Data for review: Begin

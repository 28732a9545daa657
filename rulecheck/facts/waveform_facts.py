"""Facts of currents over time: what the waveforms say of inductors, capacitors and positions.

A rule asks for the worst over all operating points; while something is missing the number is
known only within the range that all its values allow.
"""

from rulecheck.demand import CapacitorWaves, Derived, InductorWaves, PositionWaves
from rulecheck.facts.facts import Bounds, Value
from rulecheck.facts.inputs import Inputs
from rulecheck.facts.terms import number, span_of
from rulecheck.values import Dimension, Interval, Unknown

A, V = Dimension.CURRENT, Dimension.VOLTAGE

INDUCTOR_TERMS = (
    span_of("mean-current", A, "Its mean current over all operating points."),
    number("rms-current", A, "Its largest rms current over all operating points."),
    number("peak-to-peak", A, "Its largest ripple, peak to peak, within a switching period."),
)
CAPACITOR_TERMS = (
    number("rms-current", A, "Its largest rms current over all operating points."),
    number("ripple-voltage", V, "Its largest ripple voltage, peak to peak."),
    number("share", Dimension.NUMBER, "Its share of the capacitance between its two nets."),
)
POSITION_TERMS = (
    span_of("mean-current", A, "Its mean current over a whole period."),
    number("rms-current", A, "Its largest rms current over a whole period."),
    number("forward-mean-current", A, "The largest mean of its forward current alone."),
    number("reverse-mean-current", A, "The largest mean of its reverse current alone."),
)


def inductor_values(inputs: Inputs, name: str) -> dict[str, Value]:
    waves = inputs.demands.waveforms.inductors.get(name) or _no_inductor(name)
    return {
        "mean-current": _span(waves.mean),
        "rms-current": _rms(inputs, name, waves.rms),
        "peak-to-peak": _worst(waves.ripple),
    }


def capacitor_values(inputs: Inputs, name: str) -> dict[str, Value]:
    waves = inputs.demands.waveforms.capacitors.get(name) or _no_capacitor(name)
    return {
        "rms-current": _rms(inputs, name, waves.rms),
        "ripple-voltage": _worst(waves.ripple),
        "share": waves.share,
    }


def position_values(inputs: Inputs, name: str) -> dict[str, Value]:
    waves = inputs.demands.waveforms.positions.get(name) or _no_position(name)
    return {
        "mean-current": _span(waves.mean),
        "rms-current": _rms(inputs, name, waves.rms),
        "forward-mean-current": _worst(waves.forward_mean),
        "reverse-mean-current": _worst(waves.reverse_mean),
    }


def _rms(inputs: Inputs, name: str, derived: Derived) -> Value:
    """What the sheet states, else what was worked out."""
    found = inputs.stage.rms_currents.get(name, _worst(derived))
    if isinstance(found, Unknown):
        settle = f"{found.settle}; or set: {{{name}: {{rms-current: ...}}}}"
        return Unknown(found.what, settle)
    return found


def _worst(derived: Derived) -> Value:
    if isinstance(derived.range, Unknown):
        return derived.range
    return Bounds(derived.range, derived.missing) if derived.missing else derived.range.high


def _span(derived: Derived) -> Value:
    if isinstance(derived.range, Interval) and derived.missing:
        return Bounds(derived.range, derived.missing)
    return derived.range


def _nothing(name: str) -> Derived:
    return Derived(Unknown(f"current of {name} over time", f"a place of {name} in the power path"))


def _no_inductor(name: str) -> InductorWaves:
    return InductorWaves(*[_nothing(name)] * 4)


def _no_capacitor(name: str) -> CapacitorWaves:
    nothing = _nothing(name)
    return CapacitorWaves(nothing, nothing, Unknown(f"share of {name}", "the stage around it"))


def _no_position(name: str) -> PositionWaves:
    return PositionWaves(*[_nothing(name)] * 6)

Data for review: End

Problem:
Return each line of the material in which the string "forward" can be found.

Problem solution:
    number("forward-mean-current", A, "The largest mean of its forward current alone."),
        "forward-mean-current": _worst(waves.forward_mean),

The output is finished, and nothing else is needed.